Potential payments for McCormick (as of Dec 31, 2024):
| Scenario | Cash Severance ($) | STI ($) | Health & Welfare ($) | RSUs ($) | PSUs ($) | Total ($) |
|---|---|---|---|---|---|---|
| Death/Disability/Retirement | $0 | $279,500 | $0 | $184,079 | $476,848 | $940,427 |
| Termination Without Cause (non-CIC) | $0 | $0 | $0 | $184,079 | $0 | $184,079 |
| Qualifying Termination post-CIC | $1,419,000 | $279,500 | $0 | $325,042 | $1,300,319 | $3,323,861 |
Retirement & deferred compensation:
- Qualified Pension Plan participant; Present Value of Accumulated Benefit: $1,325,016; 22.00 credited years (no SERP participation) .
- Nonqualified Deferred Compensation Plan: executive contributions $185,375; company contributions $41,315; aggregate earnings $595,465; year-end balance $3,914,592 (2024) .
- Company provides standard employee benefits; executives receive no perquisites .
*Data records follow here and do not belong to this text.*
"""The level figure: what it shows, where, and at any size."""

import dataclasses

import numpy as np
import pytest
from hypothesis import given, settings
from hypothesis import strategies as st
from standin import AXES, potential, spectrum

from specterm.views.cells import plain, row_width
from specterm.views.level_export import export
from specterm.views.level_figure import draw
from specterm.views.scene import MODES, Axes, Prepared, scene, source
from specterm.views.window import energy_window, extents

OSCILLATOR = source(spectrum(5), potential, Axes("x", "nm", "meV"))


def test_the_window_holds_the_states():
    """The places shown reach a little beyond the last turning point of the highest state, not to the end of the domain."""
    shown = scene(OSCILLATOR, 2)
    turning = np.sqrt(2 * 4.5)  # classical turning point of level 4, x^2/2 = 9/2
    assert -9.0 < shown.window[0] < -turning
    assert turning < shown.window[1] < 9.0
    assert shown.energies[0] < 0.0
    assert 4.5 < shown.energies[1] < 7.0


def test_a_long_tail_is_not_shown():
    """A state of size 1 in a domain computed on of size 1e9 fills the figure."""
    far = source(spectrum(1, reach=1e9), potential, AXES)
    low, high = scene(far, 0).window
    assert -8 < low < -2
    assert 2 < high < 8


def test_crowded_levels_are_zoomed_to():
    """Among levels that crowd under a threshold the figure shows those around the chosen one; all of them without zoom."""
    values = [-1 / n**2 for n in range(1, 21)]
    crowd = source(spectrum(20, values=values), lambda x: -1 / (1 + np.abs(x)), AXES)
    low, high = scene(crowd, 9).energies
    assert low < values[9] < high < 0.05
    assert low > -0.05
    assert scene(crowd, 9, zoom=False).energies[0] < -1
    assert scene(crowd, 0).energies[0] < -1


def test_box_levels_do_not_widen_the_window():
    """States that fill the box only because there is one do not decide what is shown, unless one of them is chosen."""
    data = spectrum(3)
    levels = (data.levels[0], *(dataclasses.replace(level, kind="box", error=None) for level in data.levels[1:]))
    boxed = source(dataclasses.replace(data, levels=levels), potential, AXES)
    alone = scene(source(spectrum(1), potential, AXES), 0).window
    assert scene(boxed, 0).window == pytest.approx(alone, rel=0.02)
    assert scene(boxed, 2).window[1] > 1.2 * alone[1]


def test_extents_hold_all_but_a_thousandth():
    """The interval of the oscillator's ground state has 99.9 % of exp(-x^2)/sqrt(pi) (erfinv(0.999) from memory)."""
    (low, high), = extents(lambda x: np.exp(-(x[None, :] ** 2)) / np.sqrt(np.pi), -40.0, 40.0)
    assert low == pytest.approx(-2.3268, abs=0.2)
    assert high == pytest.approx(2.3268, abs=0.2)


def test_a_coulomb_bottom_is_cut():
    """A potential without a lowest point is shown from a place below the lowest level on."""
    x = np.linspace(-10, 10, 4001)[1::2]
    low, high = energy_window(np.array([-0.5, -0.125]), -1 / np.abs(x), 0.0)
    assert -3 < low < -0.5
    assert 0.0 < high < 0.3


def test_from_top_is_upside_down():
    """With levels counted from the top the potential's highest point takes the part of the lowest."""
    values = np.array([-1.0, -3.0])
    ground = -np.linspace(-3, 3, 50) ** 2
    low, high = energy_window(values, ground, None, from_top=True)
    mirrored = energy_window(-values, -ground, None)
    assert (low, high) == (-mirrored[1], -mirrored[0])


def test_the_chosen_state_stands_out_without_colour():
    """The chosen state is hatched in the allowed part, its number is marked, and every style has its name."""
    rows = draw(scene(OSCILLATOR, 2), 60, 24)
    text = plain(rows)
    assert "psi, level 2" in text
    assert "energy (meV)" in text
    assert "x (nm)" in text
    assert any(line.rstrip().endswith("<2") for line in text.split("\n"))
    styles = {style for row in rows for _, style in row}
    assert {"axis", "title", "chosen", "other", "potential", "forbidden"} <= styles


def test_levels_mode_has_lines_only():
    """Stacked levels show a line each and its number."""
    text = plain(draw(scene(OSCILLATOR, 0), 50, 20, mode="levels", glyphs="ascii"))
    assert text.isascii()
    ends = [line.rstrip()[-1] for line in text.split("\n")[1:-2]]
    assert [end for end in ends if end.isdigit()] == ["4", "3", "2", "1", "0"]


def test_small_figure_exactly():
    """One level in 16 x 4 ascii cells, as it stands (looked at by eye)."""
    text = plain(draw(scene(source(spectrum(1), potential, AXES), 0), 16, 4, glyphs="ascii", mode="levels"))
    assert text == ".  :|...|:  .<0\n    |   |\n    '| |'\n     |-|"


def test_complex_states_say_so():
    """Complex states show |psi| hatched with Re psi as the line, and say so; their densities need no word."""
    ring = source(spectrum(3, phase=2.0), potential, AXES)
    assert "|psi| hatched, Re psi, level 1" in plain(draw(scene(ring, 1), 70, 20))
    assert "|psi|^2, level 1" in plain(draw(scene(ring, 1), 70, 20, mode="density"))


def test_threshold_walls_and_prepared_state_are_drawn():
    """A threshold, both walls and a prepared state each have their style in the figure."""
    walled = Axes("R", "angstrom", "cm^-1", -3.0, 3.0, "wall", "free")
    data = dataclasses.replace(spectrum(3, threshold=3.0), left=-3.0, right=3.0)
    prepared = Prepared("packet", 2.0, lambda x: np.exp(-((x - 1) ** 2)) + 0j)
    styles = {s for row in draw(scene(source(data, potential, walled), 0, prepared=prepared), 60, 20) for _, s in row}
    assert {"threshold", "wall", "weight"} <= styles


def test_no_level_says_so():
    """Without a spectrum, or with an empty one, the potential is drawn and the title says that there is no level."""
    for data in (None, spectrum(0)):
        assert "no level" in plain(draw(scene(source(data, potential, AXES), None), 40, 12))


def test_close_levels_share_a_row():
    """Levels 1e-12 apart stand in one row, which shows the chosen one and that there are more."""
    data = spectrum(3, values=[1.0, 1.0 + 1e-12, 1.0 + 2e-12])
    assert "<1+" in plain(draw(scene(source(data, potential, AXES), 1), 60, 20))


def test_only_keeps_the_levels_asked_for():
    """Levels not asked for are left out, the chosen one stays."""
    shown = scene(OSCILLATOR, 2, only=(0, 4))
    assert [level.index for level in shown.levels] == [0, 2, 4]
    assert shown.levels[shown.chosen].index == 2


@pytest.mark.parametrize("mode", MODES)
@pytest.mark.parametrize("size", [(0, 0), (1, 1), (4, 6), (20, 5), (80, 24), (200, 60)])
def test_every_size_is_exact(mode, size):
    """The figure fills exactly the cells it is given, from none to very many."""
    for glyphs in ("braille", "block", "ascii"):
        rows = draw(scene(OSCILLATOR, 3), *size, mode=mode, glyphs=glyphs)
        assert [row_width(row) for row in rows] == [size[0]] * size[1]


_WILD = st.one_of(st.floats(), st.sampled_from([0.0, 1e300, -1e300, float("nan"), float("inf"), -float("inf")]))


@settings(max_examples=80, deadline=None)
@given(
    st.lists(_WILD, min_size=1, max_size=4), st.lists(_WILD, min_size=1, max_size=5), st.sampled_from(MODES),
    st.one_of(st.none(), _WILD),
)
def test_wild_numbers_draw(values, heights, mode, threshold):
    """Levels, potentials and thresholds of any floats give a figure of the right size, on screen and as export."""
    data = spectrum(len(values), values=values, threshold=threshold)
    shown = scene(source(data, lambda x: np.resize(np.array(heights), len(x)), AXES), 0)
    assert [row_width(row) for row in draw(shown, 40, 12, mode=mode)] == [40] * 12
    assert [row_width(row) for row in export(shown, 40, 12, mode=mode)] == [40] * 12


def test_export_has_ticks_and_names():
    """The exported figure has framed axes with names, and the number of every level."""
    text = plain(export(scene(OSCILLATOR, 2), 70, 24))
    assert "x (nm)" in text
    assert "energy (meV)" in text
    assert all(f"{index}│" in text for index in range(5))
- Clawbacks apply to STI and LTI awards, beyond legal minimums .
Compensation Structure vs Performance
- Pay mix emphasizes at-risk compensation: 65% STI target (with company and individual modifiers) and majority of LTI in PSUs linked to relative TSR .
- 2021 PSU cycle paid 0% based on relative TSR ranking, evidencing pay-for-performance discipline .
- 2024 STI included financial EPS (70%), safety (DART, PVIR, ERT) and environmental Emissions Reduction metrics; company modifier certified at 120.8% .
- Independent consultant (Meridian) advises peer benchmarking and program design; 2024 say-on-pay approval 96% .
Compensation benchmarking peer group (program/PSUs): utilities including Alliant, Atmos, Avista, Black Hills, CenterPoint, CMS, NJ Resources, NiSource, NW Natural, NorthWestern, Portland General Electric, PNM Resources, Southwest Gas, Spire (South Jersey Industries replaced by Black Hills in 2024 benchmarking) .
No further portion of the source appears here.